Hi we were at Cloverdale as well. Logan's half-brother was going for is CGN and we went to support him. 

Great for Chester's Mom. We were there Sunday late morning / early afternoon.


----------



## Melakat (Oct 9, 2010)

I don't remember life every being so busy as it is for me as of late. I work from home managing a couple of associations and things are very busy and then you throw a Golden Puppy and a 16 year old cat who is not doing well and there seems so little time for anything 

Well my Logan boy had a huge growth spurt this past week and he definitely no longer looks like the puppy I brought home already 6 weeks ago now.

He is one bright fellow and my husband and I have spent a lot of time training with him. He is EXCELLENT at heeling. When we say Heel he automatically goes to the heel position on our left side. We are also working at leave it and offering him something in return (get it) to avoid any future resource guarding difficulties and this week really working with him on a loose leash.

We really enjoy Puppy Kindy in that he is learning amongst many distractions. These dogs absorb so much at this age.

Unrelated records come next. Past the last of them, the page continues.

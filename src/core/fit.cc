#include "src/core/fit.h"

#include <algorithm>
#include <chrono>
#include <cmath>
#include <cstdint>
#include <cstdio>
#include <cstdlib>
#include <ctime>
#include <future>
#include <memory>
#include <numeric>
#include <sstream>
#include <stdexcept>

#include <Eigen/Core>
#include <Eigen/QR>
#include <ceres/ceres.h>
#include <ceres/cubic_interpolation.h>


#include "io/error.h"
#include "models/huge_pages.h"
#include "src/core/lag.h"
#include "src/core/least_squares.h"
#include "src/core/metrics.h"
#include "src/core/ridge.h"

namespace fluxtrim::core {

using models::AdviseHugePages;
using models::HugeAssign;
using models::HugeVector;
namespace {

constexpr double kNaN = std::numeric_limits<double>::quiet_NaN();

// A held term is fixed at 0 in the solve (an infinitely strong prior,
// ceres::SubsetManifold); fit.h has the criteria of a determined term.
// Weight of the gauge constraints of the 18-term set, relative to sqrt(n).
constexpr double kConstraintWeight = 1e3;

// Tuning constants for 95% efficiency under Gaussian noise (common
// practice: Huber 1981; Holland & Welsch 1977) and the MAD-to-sigma factor
// 1/Phi^{-1}(3/4) = 1.4826 for Gaussian data (common practice).
constexpr double kHuberTuning = 1.345;
constexpr double kCauchyTuning = 2.385;
constexpr double kMadToSigma = 1.4826;
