std::string ListNames(const std::vector<ChannelInfo>& channels) {
  std::string out;
  const std::size_t shown = std::min<std::size_t>(channels.size(), 30);
  for (std::size_t i = 0; i < shown; ++i) {
    if (i > 0) out += ", ";
    out += channels[i].name;
  }
  if (channels.size() > shown) {
    out += ", ... (" + std::to_string(channels.size()) + " in all)";
  }
  return out.empty() ? "(none)" : out;
}

// ---------------------------------------------------------------------------
// .dfn

struct ParsedField {
  Gdf2Field field;
  std::size_t format_offset = 0;  // for error columns
};

class DfnParser {
 public:
  explicit DfnParser(std::string name) : name_(std::move(name)) {}

  Gdf2Definition Parse(std::istream& in) {
    std::string line;
    bool too_long = false;
    while (!ended_ && ReadLine(in, &line, kMaxDfnLine, &too_long)) {
      ++line_no_;
      if (too_long) {
        throw InputError(name_, line_no_, kMaxDfnLine + 1,
                         "definition line longer than " +
                             std::to_string(kMaxDfnLine) +
                             " characters: expected one DEFN line");
      }
      ParseLine(line);
    }
    if (in.bad()) throw InputError(name_, 0, 0, "read error");
    if (def_.fields.empty()) {
      throw InputError(name_, line_no_ > 0 ? line_no_ : 0, 0,
                       "no data record definition: expected a line such as "
                       "'DEFN 1 ST=RECD,RT=;TIME:F12.2:UNIT=s' (a definition "
                       "with an empty RT=)");
    }
    std::size_t column = 0;
    for (Gdf2Field& f : def_.fields) {
      f.column = column;
      column += static_cast<std::size_t>(f.width) *
                static_cast<std::size_t>(f.repeat);
      if (column > kMaxRecordWidth) {
        throw InputError(name_, f.dfn_line, 0,
                         "field " + f.name + ": data record wider than " +
                             std::to_string(kMaxRecordWidth) + " characters");
      }
    }
    def_.record_width = column;
    def_.has_record_type = EqualsIgnoreCase(def_.fields.front().name, "RT") &&
                           def_.fields.front().kind == 'A';
    return def_;
  }

 private:
  void ParseLine(const std::string& raw) {
    std::string_view line = raw;
    // DOS end-of-file marker and blank lines carry nothing.
    if (Trim(line).empty() || Trim(line) == "\x1a") return;
    std::size_t pos = 0;
    while (pos < line.size() && IsBlank(line[pos])) ++pos;
    if (!StartsWithIgnoreCase(line.substr(pos), "DEFN")) {
      throw InputError(name_, line_no_, pos + 1,
                       "expected a definition line starting with DEFN, got " +
                           Quote(Trim(line)));
    }
    pos += 4;
    const std::size_t semi = line.find(';', pos);
    const std::string_view head =
        line.substr(pos, semi == std::string_view::npos ? line.size() - pos
                                                        : semi - pos);
    const std::string record_type = ParseHead({head, pos});
    if (semi == std::string_view::npos) return;  // header only: no fields
    for (const Piece& spec :
         Split({line.substr(semi + 1), semi + 1}, ";")) {
      if (spec.text.empty()) continue;
      if (IsEndDefn(spec.text)) {
        ended_ = true;
        return;
      }
      ParsedField f = ParseField(spec);
      if (record_type.empty()) {
        AddDataField(std::move(f));
      } else {
        bool known = false;
        for (const std::string& t : def_.other_record_types) {
          known = known || EqualsIgnoreCase(t, record_type);
        }
        if (!known) def_.other_record_types.push_back(record_type);
      }
    }
  }

  static bool IsEndDefn(std::string_view text) {
    // "END DEFN", also with several blanks or none between the words.
    if (!StartsWithIgnoreCase(text, "END")) return false;
    return EqualsIgnoreCase(Trim(text.substr(3)), "DEFN");
  }

  // "[n] ST=RECD,RT=COMM" -> record type ("" for data records).
  std::string ParseHead(Piece head) {
    std::size_t i = 0;
    const std::string_view s = head.text;
    while (i < s.size() && IsBlank(s[i])) ++i;
    while (i < s.size() && s[i] >= '0' && s[i] <= '9') ++i;
    std::string record_type;
    for (const Piece& kv : Split({s.substr(i), head.offset + i}, ",")) {
      if (kv.text.empty()) continue;
      const std::size_t eq = kv.text.find('=');
      if (eq == std::string_view::npos) {
        throw InputError(name_, line_no_, kv.offset + 1,
                         "expected KEY=VALUE such as ST=RECD or RT=, got " +
                             Quote(kv.text));
      }
      const std::string_view key = Trim(kv.text.substr(0, eq));
      const std::string_view value = Trim(kv.text.substr(eq + 1));
      if (EqualsIgnoreCase(key, "ST")) {
        if (!EqualsIgnoreCase(value, "RECD") &&
            !EqualsIgnoreCase(value, "RECORD")) {
          throw InputError(name_, line_no_, kv.offset + 1,
                           "expected ST=RECD (or ST=RECORD), got " +
                               Quote(kv.text));
        }
      } else if (EqualsIgnoreCase(key, "RT")) {
        record_type = std::string(value);
      }
      // Other keys are not in the standard's header; ignored.
    }
    return record_type;
  }

  ParsedField ParseField(Piece spec) {
    ParsedField pf;
    Gdf2Field& f = pf.field;
    f.dfn_line = line_no_;
    const std::vector<Piece> parts = Split(spec, ":");
    f.name = std::string(parts[0].text);
    if (f.name.empty()) {
      throw InputError(name_, line_no_, spec.offset + 1,
                       "expected NAME:FORMAT, the field name is empty");
    }
    if (parts.size() < 2 || parts[1].text.empty()) {
      throw InputError(name_, line_no_, spec.offset + 1,
                       "field " + f.name + ": expected NAME:FORMAT such as " +
                           f.name + ":F10.3, got " + Quote(spec.text));
    }
    // Attributes: the rest of the format piece after ',' and every further
    // ':' piece, each split on ','.
    std::vector<Piece> attrs = Split(parts[1], ",");
    const Piece format = attrs.front();
    attrs.erase(attrs.begin());
    for (std::size_t k = 2; k < parts.size(); ++k) {
      for (const Piece& a : Split(parts[k], ",")) attrs.push_back(a);
    }
    EditDescriptor d;
    std::string why;
    if (!ParseEditDescriptor(format.text, &d, &why)) {
      throw InputError(name_, line_no_, format.offset + 1,
                       "field " + f.name + ": format " + Quote(format.text) +
                           ": " + why);
    }
    f.kind = d.kind;
    f.repeat = d.repeat;
    f.width = d.width;
    f.decimals = d.decimals;
    pf.format_offset = format.offset;
    for (const Piece& a : attrs) {
      if (a.text.empty()) continue;
      const std::size_t eq = a.text.find('=');
      const std::string_view key =
          eq == std::string_view::npos ? std::string_view()
                                       : Trim(a.text.substr(0, eq));
      const std::string_view value =
          eq == std::string_view::npos ? std::string_view()
                                       : Trim(a.text.substr(eq + 1));
      if (EqualsIgnoreCase(key, "UNIT") || EqualsIgnoreCase(key, "UNITS")) {
        f.unit = std::string(value);
      } else if (EqualsIgnoreCase(key, "NULL")) {
        f.null_text = std::string(value);
      } else if (EqualsIgnoreCase(key, "NAME")) {
        f.long_name = std::string(value);
      } else {
        if (!f.comment.empty()) f.comment += "; ";
        f.comment += std::string(a.text);
      }
    }
    return pf;
  }

  void AddDataField(ParsedField pf) {
    Gdf2Field& f = pf.field;
    // Channel names this field creates, checked against all before.
    std::size_t added = f.kind == 'A' ? 0 : static_cast<std::size_t>(f.repeat);
    if (channel_count_ + added > kMaxChannels) {
      throw InputError(name_, line_no_, pf.format_offset + 1,
                       "field " + f.name + ": more than " +
                           std::to_string(kMaxChannels) +
                           " numeric channels in the data record");
    }
    channel_count_ += added;
    auto claim = [&](const std::string& n) {
      if (!names_.insert(Lower(n)).second) {
        throw InputError(name_, line_no_, 0,
                         "field " + f.name + ": name " + Quote(n) +
                             " is defined twice in the data record");
      }
    };
    claim(f.name);
    if (f.repeat > 1) {
      for (int k = 0; k < f.repeat; ++k) {
        claim(f.name + "_" + std::to_string(k));
      }
    }
    def_.fields.push_back(std::move(f));
  }

  std::string name_;
  std::size_t line_no_ = 0;
  bool ended_ = false;
  std::size_t channel_count_ = 0;
  std::unordered_set<std::string> names_;
  Gdf2Definition def_;
};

I often give him his breakfast in a large Kong which keeps him really busy while I work but he gets really ticked and starts barking when there are only a few pieces left in the Kong and they are more difficult for him to get at.

A couple of photos for you. 1 from the lake 2 weeks ago and 1 recent one I got of him being naughty and jumping up onto the couch. This is a bad habit of his. He loves jumping up onto our couch and we always have to tell him "off" and put him down. This is most likely as my oldest son's fault as when Logan first came to us he would always snuggle with him on the couch - so lots of mixed signals on our bad part 

We are doing well though in the food dept. and all of us in the family have a pact to not feed him anything from our plates. So far so good!

Thanks everyone for checking in. Our hearts continue to heal in the loss of our Oakley. We took Logan to Oakley's favourite park last week and introduced him to the fresh water stream that Oakley used to take a drink from and splash around in. Sweet Memories of him being relived through Logan. Precious gifts these Goldens are.


----------



## swishywagga (Nov 13, 2012)

Lovely photos, look at those big paws!. So happy for you and your family, Logan is so precious.


----------



## goldenpaws828 (Jun 22, 2007)

Melakat , it is so wonderful to hear how much Logan is helping you heal from the loss of Oakley. He has really changed from the ist. photos you posted of him on gotta day. Did he do okay from his shots? It is very apparent how much he is loved by you and your family 

I work at night and usually don't get home till midnight so my husband has the night duty. When his alarm goes off at 4:30 am Brody is wide awake so that means I am wide awake also :no:. I do take a nap after Brody goes in his crate after lunch just so I don't look like a zombie! I don't put him into the crate much during the day as he is with me in the kitchen which I have a baby gate across the doorway into the living room. In some ways it is like having a 14 pound newborn to watch and care for, but just one look at him and I realize how much I love him and that Tanner is just rolling around on the floor laughing at his new brothers antics from the Rainbow Bridge!


Paula


----------



## Melakat (Oct 9, 2010)

goldenpaws828 said:


> Melakat , it is so wonderful to hear how much Logan is helping you heal from the loss of Oakley. He has really changed from the ist. photos you posted of him on gotta day. Did he do okay from his shots? It is very apparent how much he is loved by you and your family
> 
> I work at night and usually don't get home till midnight so my husband has the night duty. When his alarm goes off at 4:30 am Brody is wide awake so that means I am wide awake also :no:. I do take a nap after Brody goes in his crate after lunch just so I don't look like a zombie! I don't put him into the crate much during the day as he is with me in the kitchen which I have a baby gate across the doorway into the living room. In some ways it is like having a 14 pound newborn to watch and care for, but just one look at him and I realize how much I love him and that Tanner is just rolling around on the floor laughing at his new brothers antics from the Rainbow Bridge!
> 
> ...


So wonderful to hear how Brody is healing your heart as Logan is ours. Interesting my husband is a baker and gets up at 4:00 a.m. Logan is beside our bed on my side in a crate at night and he typically has slept right through my husband getting up. This past week he outgrew his small crate (one of our boys had lent it to us) and in a larger one and now he barks at my husband when he gets up so he takes him out for a potty and then puts him back in his crate and then he sleeps until 6 - 6:30 for me so I am lucky in that he goes back to sleep. It is hard when we are all on different schedules and for the pups too! What time does Brody go to bed at night ? Logan is around 10 or 11.


----------



## GoldenSkies (Feb 27, 2014)

Melakat said:


> Hi we were at Cloverdale as well. Logan's half-brother was going for is CGN and we went to support him.
> 
> Great for Chester's Mom. We were there Sunday late morning / early afternoon.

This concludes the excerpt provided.